# TIVO EDGE - Constantly Dropping Connection + IOS App Connectivity Dropping - Quick Tally for Review Article 23 August 2022



## EDISFM (Nov 4, 2020)

Long Time Tivo Gen-1 user. Upgraded to Tivo Edge.

Have 1G Xfinity Connection, 26 devices connected with Strong Signal - Except for EDGE

EDGE about 1 year old. Connection attempts using WiFi, Ethernet and MoCA.

Curious how many people have EDGE Connectivity Issues and if Tivo or the parent company actually gives a ****.

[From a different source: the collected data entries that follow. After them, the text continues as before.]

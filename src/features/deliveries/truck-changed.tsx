import { useEffect } from 'react';
import { useTranslation } from 'react-i18next';
import { useParams } from 'react-router-dom';
import type { NextTruck } from '../../../server/contract/deliveries';
import type { Problem } from '../../api/call';
import { queryClient } from '../../api/query';
import { Notice } from '../../ui/notice';
import { storeQueryOf } from '../stores/store-query';
import { useNow } from '../stores/use-now';
import { useStoreWords } from '../stores/use-store-words';

/** What somebody else set meanwhile; null once it is known that they took the truck away. */
export interface Theirs {
  truck: NextTruck | null;
}

interface Props {
  problem: Problem;
  theirs: Theirs | null;
  onLearnt: (theirs: Theirs) => void;
  zone: string;
}

/** Asks what was set meanwhile and says it beside the typed values, which stay. */
export function TruckChanged({ problem, theirs, onLearnt, zone }: Props) {
  const { t } = useTranslation('deliveries');
  const { producer = '', storeId = '' } = useParams();
  const say = useStoreWords(zone, useNow());
  useEffect(() => {
    void queryClient.fetchQuery({ ...storeQueryOf(producer, storeId), staleTime: 0 }).then(({ nextTruck }) => onLearnt({ truck: nextTruck }));
    // Anew for each refusal: a second one tells of a second change.
  }, [problem, producer, storeId, onLearnt]);
  if (!theirs) return null;
  return (
    <Notice tone="caution" role="status" title={theirs.truck ? t('next-truck.changed', { when: say.dayAndWindow(theirs.truck) }) : t('next-truck.changed-none')}>
      {t('next-truck.kept')}
    </Notice>
  );
}
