import { sqliteTable, text, integer } from 'drizzle-orm/sqlite-core';
import type { Language } from '../../contract/words';

/** The tenants. Not owned: this is what owns. */
export const producers = sqliteTable('producer', {
  id: text().primaryKey(),
  slug: text().notNull().unique(),
  name: text().notNull(),
  timeZone: text().notNull(),
  language: text().$type<Language>().notNull(),
  urgentPhone: text().notNull(),
  createdAt: integer().notNull(),
});
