import { useFormContext } from 'react-hook-form';
import { useFaultWords } from '../../form/use-fault-words';
import { Field } from '../../ui/field';
import { TextInput } from '../../ui/text-input';

interface Props {
  name: string;
  label: string;
}

/** A count of bags; nothing entered is none. */
export function BagsField({ name, label }: Props) {
  const say = useFaultWords();
  const { register, getFieldState, formState } = useFormContext();
  const { error } = getFieldState(name, formState);
  const bags = register(name, { setValueAs: (value: unknown) => (value === '' ? 0 : Number(value)) });
  return (
    <Field label={label} error={error ? say(error.message) : undefined}>
      {(control) => <TextInput {...bags} {...control} inputMode="numeric" onFocus={({ target }) => target.select()} />}
    </Field>
  );
}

A simple YES would be helpful.

Cheers


----------



## jackchristensen (Oct 16, 2012)

I've got a similar problem. I'm also a long time user of a Gen 1. My Edge worked just fine until recently. It won't stay connected to my WIFI network any more. I'm not having that problem with any of the other 20+ devices. As a result it doesn't record the shows I want recorded. I've never gotten an error indication. Folks at TIVO requested info, which I sent a couple of weeks ago. Haven't heard back.


----------



## Rob772 (Jan 3, 2016)

*TiVo Edge goes momentarily to full Blackscreen then skip mode no longer functions*
Skip mode stops functioning after Edge go to full black screen while viewing recorded show displaying skip available. Tried skip in automatic & manual mode. tried sending direct messages to TiVo support on Twitter but never get a response. My edge is hardwired (cat6) from a linksys gigabit switch which is connected to my Greenlight fiberoptic internet service (494.52Mbps download, 495.59Mbps upload, 1ms Ping reported with from my Orbi mesh router) Do I have a lemon or is this a problem being addressed?


----------